Department of Civil and Environmental Engineering, University of Washington, Seattle, WA, USA.
Institute for Systems Biology, Seattle, WA, USA.
Environ Microbiol Rep. 2018 Apr;10(2):190-201. doi: 10.1111/1758-2229.12619. Epub 2018 Feb 19.

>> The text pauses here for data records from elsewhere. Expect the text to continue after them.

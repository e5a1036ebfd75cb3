package law

import (
	"math"
	"sort"

	"preponder/sim/internal/double"
	"preponder/sim/internal/exact"
)

// A Closely law can give its density in about 31 digits, for what is a small difference of integrals over it.
type Closely interface {
	// Closely returns the density; false where it has none that can be told so closely.
	Closely() (Close, bool)
}

// A Close density.
type Close struct {
	// Mass returns p(e) e at e = exp(x), up to a factor that is common to all.
	Mass func(x, e double.Number) double.Number
	// Ends are the values of ln e between which Mass is smooth, ascending; the last is the top.
	Ends []double.Number
	// Theta and Scale are the leading term Scale e^(Theta+1) of Mass at the ground level, with the same factor, right to
	// about 1e-21 where ln e is below Below.
	Theta, Scale double.Number
	Below        float64
	// Doubt is a sum over e of the share of the mass that the pieces do not settle.
	Doubt float64
	// Nodes stand for all mass above Ends[0], where a law keeps them: then what depends on it alone is not asked for again.
	Nodes []Node

	half   double.Number // of the last panel
	spread [16]double.Number
}

// A Node is mass, with the factor of Mass, at an energy.
type Node struct{ E, Mass double.Number }

// Between adds the nodes of the 16-point rule between ln e = low and high.
func (c *Close) Between(nodes []Node, low, high double.Number) []Node {
	points, weights := double.Sixteen()
	center, half := high.Plus(low).Scaled(-1), high.Minus(low).Scaled(-1)
	if half != c.half { // e over its value at the center
		for i, t := range points {
			c.spread[i] = half.Times(t).Exp()
		}
		c.half = half
	}
	middle := center.Exp()
	for i, t := range points {
		e := middle.Times(c.spread[i])
		nodes = append(nodes, Node{e, c.Mass(center.Plus(half.Times(t)), e).Times(half).Times(weights[i])})
	}
	return nodes
}

// Widest returns how long panels may be in ln e for 16 points to tell them to 31 digits.
func (c *Close) Widest() float64 { return math.Min(0.8, 6/(1+math.Max(c.Theta.Float(), 0))) }

// point is how short a piece is whose mass may lie at one energy, the mean: what that misses is the square of it.
const point = 1e-8

// keep fills in the nodes.
func (c *Close) keep() {
	for i, low := range c.Ends[:len(c.Ends)-1] {
		high := c.Ends[i+1]
		width := high.Minus(low).Float()
		if width <= 0 {
			continue
		}
		if width < point {
			var mass, moment double.Number
			for _, n := range c.Between(nil, low, high) {
				mass, moment = mass.Plus(n.Mass), moment.Plus(n.Mass.Times(n.E))
			}
			if mass.Float() > 0 {
				c.Nodes = append(c.Nodes, Node{moment.Over(mass), mass})
			}
			continue
		}
		parts := math.Ceil(width / c.Widest())
		step := high.Minus(low).Over(double.Of(parts))
		for k := range int(parts) {
			from := low.Plus(step.By(float64(k)))
			c.Nodes = c.Between(c.Nodes, from, from.Plus(step))
		}
	}
}

// beyond is where a law without a top is cut: exp(-beyond) is below 1e-32.
const beyond = 75

// Closely: e^(theta+1).
func (p Power) Closely() (Close, bool) {
	s := double.Of(p.Theta).Plus(double.One)
	return Close{
		Mass: func(x, _ double.Number) double.Number { return s.Times(x).Exp() },
		Ends: []double.Number{{}}, Theta: double.Of(p.Theta), Scale: double.One, Below: 700,
	}, true
}

// Closely: exp(k x - e/s - a constant that keeps it within range).
func (p Gamma) Closely() (Close, bool) {
	k, s := double.Of(p.Shape), double.Of(p.Scale)
	norm := double.Of(exact.LogGamma(p.Shape) + p.Shape*math.Log(p.Scale))
	top := beyond + 2*p.Shape
	for range 60 {
		top = beyond + p.Shape*math.Log(top)
	}
	return Close{
		Mass: func(x, e double.Number) double.Number { return k.Times(x).Minus(e.Over(s)).Minus(norm).Exp() },
		Ends: []double.Number{double.Of(math.Log(top * p.Scale))}, Theta: k.Minus(double.One), Scale: norm.Negated().Exp(), Below: math.Log(p.Scale) - 50,
	}, true
}

// Closely: exp(-a e) (1 - exp(-e))^(b-1) e, with a constant that keeps it within range.
func (p Beta) Closely() (Close, bool) {
	a, theta, norm := double.Of(p.A), double.Of(p.B).Minus(double.One), double.Of(p.logNorm())
	return Close{
		Mass: func(x, e double.Number) double.Number {
			return theta.Times(e.Negated().Expm1().Negated().Log()).Minus(a.Times(e)).Plus(x).Minus(norm).Exp()
		},
		Ends: []double.Number{double.Of(math.Log((beyond - norm.Float()) / p.A))}, Theta: theta, Scale: norm.Negated().Exp(), Below: -50 - math.Log(1+p.A+p.B),
	}, true
}

// Closely: straight lines from knot to knot.
func (p Drawn) Closely() (Close, bool) {
	var eps []double.Number
	c := Close{Below: 700}
	for i, e := range p.raw {
		eps = append(eps, double.Of(e).Minus(double.Of(p.raw[0])))
		if i > 0 {
			c.Ends = append(c.Ends, eps[i].Log())
		}
	}
	slope := make([]double.Number, len(eps)-1)
	for i := range slope {
		slope[i] = double.Of(p.height[i+1]).Minus(double.Of(p.height[i])).Over(eps[i+1].Minus(eps[i]))
	}
	c.Mass = func(_, e double.Number) double.Number {
		i := max(0, min(sort.Search(len(eps), func(i int) bool { return e.Less(eps[i]) })-1, len(eps)-2))
		return slope[i].Times(e.Minus(eps[i])).Plus(double.Of(p.height[i])).Times(e)
	}
	if p.height[0] > 0 {
		return c, false // no transition
	}
	c.Theta, c.Scale = double.One, slope[0]
	return c, true
}

// Closely is that of the law, moved by ln By.
func (p Scaled) Closely() (Close, bool) {
	inner, ok := p.Law.(Closely)
	if !ok {
		return Close{}, false
	}
	c, ok := inner.Closely()
	if !ok {
		return c, false
	}
	by := double.Of(p.By)
	shift, mass := by.Log(), c.Mass
	c.Mass = func(x, e double.Number) double.Number { return mass(x.Minus(shift), e.Over(by)) }
	ends := c.Ends
	c.Ends = nil
	for _, x := range ends {
		c.Ends = append(c.Ends, x.Plus(shift))
	}
	c.Scale = c.Scale.Times(shift.Times(c.Theta.Plus(double.One)).Negated().Exp())
	c.Below += shift.Float()
	return c, true
}

// mostCloseCalls of functions at one point of each piece: what 31 digits may cost.
const mostCloseCalls = 2500

// Closely evaluates the expression in 31 digits; pieces end where the panels end and where a switch turns. They are found
// when they are first asked for.
func (p Formula) Closely() (Close, bool) { return p.close() }

func (p Formula) closely() (Close, bool) {
	if !p.theta.Finite() || !p.scale.Finite() {
		return Close{}, false
	}
	c := Close{Theta: p.theta, Scale: p.scale, Below: p.sure}
	c.Mass = func(_, e double.Number) double.Number {
		v := p.f.closely(e).Times(e)
		if v.Float() < 0 {
			return double.Number{}
		}
		return v
	}
	top := double.Of(p.top).Log()
	list := p.panels.list
	for i, q := range list {
		a, b := double.Of(q.low), top
		if i+1 < len(list) {
			b = double.Of(list[i+1].low)
		}
		for _, turn := range p.f.switches {
			if x, ok := turning(turn, a, b); ok {
				c.Ends = append(c.Ends, x)
				c.Ends = append(c.Ends, p.grade(x, list[0].low, top.Float())...)
			}
		}
		c.Ends = append(c.Ends, b)
	}
	sort.Slice(c.Ends, func(i, j int) bool { return c.Ends[i].Less(c.Ends[j]) })
	low, budget := list[0].low, 300
	c.Ends = append([]double.Number{double.Of(low)}, c.Ends...)
	for _, b := range c.Ends[1:len(c.Ends):len(c.Ends)] {
		budget = p.settle(&c, low, b.Float(), budget)
		low = b.Float()
	}
	if len(c.Ends)*p.f.calls > mostCloseCalls {
		return Close{}, false
	}
	sort.Slice(c.Ends, func(i, j int) bool { return c.Ends[i].Less(c.Ends[j]) })
	c.keep()
	return c, true
}

// grade returns ends that come closer to x from both sides by halves, where the density is not smooth up to x but, as far as
// float64 tells, a power of the distance: on each piece it is smooth.
func (p *Formula) grade(x double.Number, low, top float64) (ends []double.Number) {
	const halvings, widest = 75, 0.5
	for _, far := range [2]float64{math.Max(low, x.Float()-widest), math.Min(top, x.Float()+widest)} {
		from := double.Of(far)
		for k := 1; k <= halvings; k++ {
			width := from.Minus(x).Float()
			low := math.Min(x.Float(), x.Float()+width)
			if width = math.Abs(width); width == 0 || width > 1e-12 && fit(p.mass, low, width).missed() < closeMiss {
				break
			}
			from = x.Plus(from.Minus(x).Scaled(-1))
			ends = append(ends, from)
		}
	}
	return ends
}

// closeMiss is the share of the mass that 16 points on a piece may miss.
const closeMiss = 1e-21

// missed estimates what the 16-point rule misses of a panel: where coefficients fall geometrically it is about the square
// of the last ones, since the rule is right up to twice their order; where they fall by a power, at a point where the
// density is not smooth, about as much as they are.
func (q panel) missed() float64 {
	most, middle := 0.0, 0.0
	for k, c := range q.g {
		most = math.Max(most, math.Abs(c))
		if k >= 6 && k <= 8 {
			middle += math.Abs(c)
		}
	}
	last := q.doubt() / q.width
	switch {
	case most == 0:
		return 0
	case last < middle/300 || last < 1e-12*most:
		return last * last / most * q.width
	}
	return last * q.width
}

// settle cuts the piece from a to b, in ln e, until 16 points tell each part of it, or adds it to the doubt.
func (p *Formula) settle(c *Close, a, b float64, budget int) int {
	const unseen = 1e-13 // float64 does not see the shape of pieces so short; they lie where others end in steps, see grade
	q := fit(p.mass, a, b-a)
	if q.missed() < closeMiss || b-a <= unseen {
		return budget
	}
	if budget > 0 {
		m := a + (b-a)/2
		c.Ends = append(c.Ends, double.Of(m))
		return p.settle(c, m, b, p.settle(c, a, m, budget-1))
	}
	c.Doubt += q.missed() * math.Exp(-a)
	return budget
}

// mass returns the normalised density times e at e = exp(x).
func (p *Formula) mass(x float64) float64 {
	e := math.Min(p.top, exact.Exp(x))
	return float64(math.Max(0, p.f.value(e))*e) / p.total
}

// turning returns the value of x = ln e in (a, b) at which f changes its sign, by bisection.
func turning(f func(e double.Number) double.Number, a, b double.Number) (double.Number, bool) {
	sign := f(a.Exp()).Float() < 0
	if sign == (f(b.Exp()).Float() < 0) {
		return double.Number{}, false
	}
	for range 110 {
		m := a.Plus(b).Scaled(-1)
		if f(m.Exp()).Float() < 0 == sign {
			a = m
		} else {
			b = m
		}
	}
	return b, true
}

A refined Desulfovibrio vulgaris Hildenborough flux balance analysis (FBA) model (iJF744) was developed, incorporating 1016 reactions that include 744 genes and 951 metabolites. A draft model was first developed through automatic model reconstruction using the ModelSeed Server and then curated based on existing literature. The curated model was further refined by incorporating three recently proposed redox reactions involving the Hdr-Flx and Qmo complexes and a lactate dehydrogenase (LdhAB, DVU 3027-3028) indicated by mutation and transcript analyses to serve electron transfer reactions central to syntrophic and respiratory growth. Eight different variations of this model were evaluated by comparing model predictions to experimental data determined for four different growth conditions - three for sulfate respiration (with lactate, pyruvate or H /CO -acetate) and one for fermentation in syntrophic coculture. The final general model supports (i) a role for Hdr-Flx in the oxidation of DsrC and ferredoxin, and reduction of NAD in a flavin-based electron confurcating reaction sequence, (ii) a function of the Qmo complex in receiving electrons from the menaquinone pool and potentially from ferredoxin to reduce APS and (iii) a reduction of the soluble DsrC by LdhAB and a function of DsrC in electron transfer reactions other than sulfite reduction.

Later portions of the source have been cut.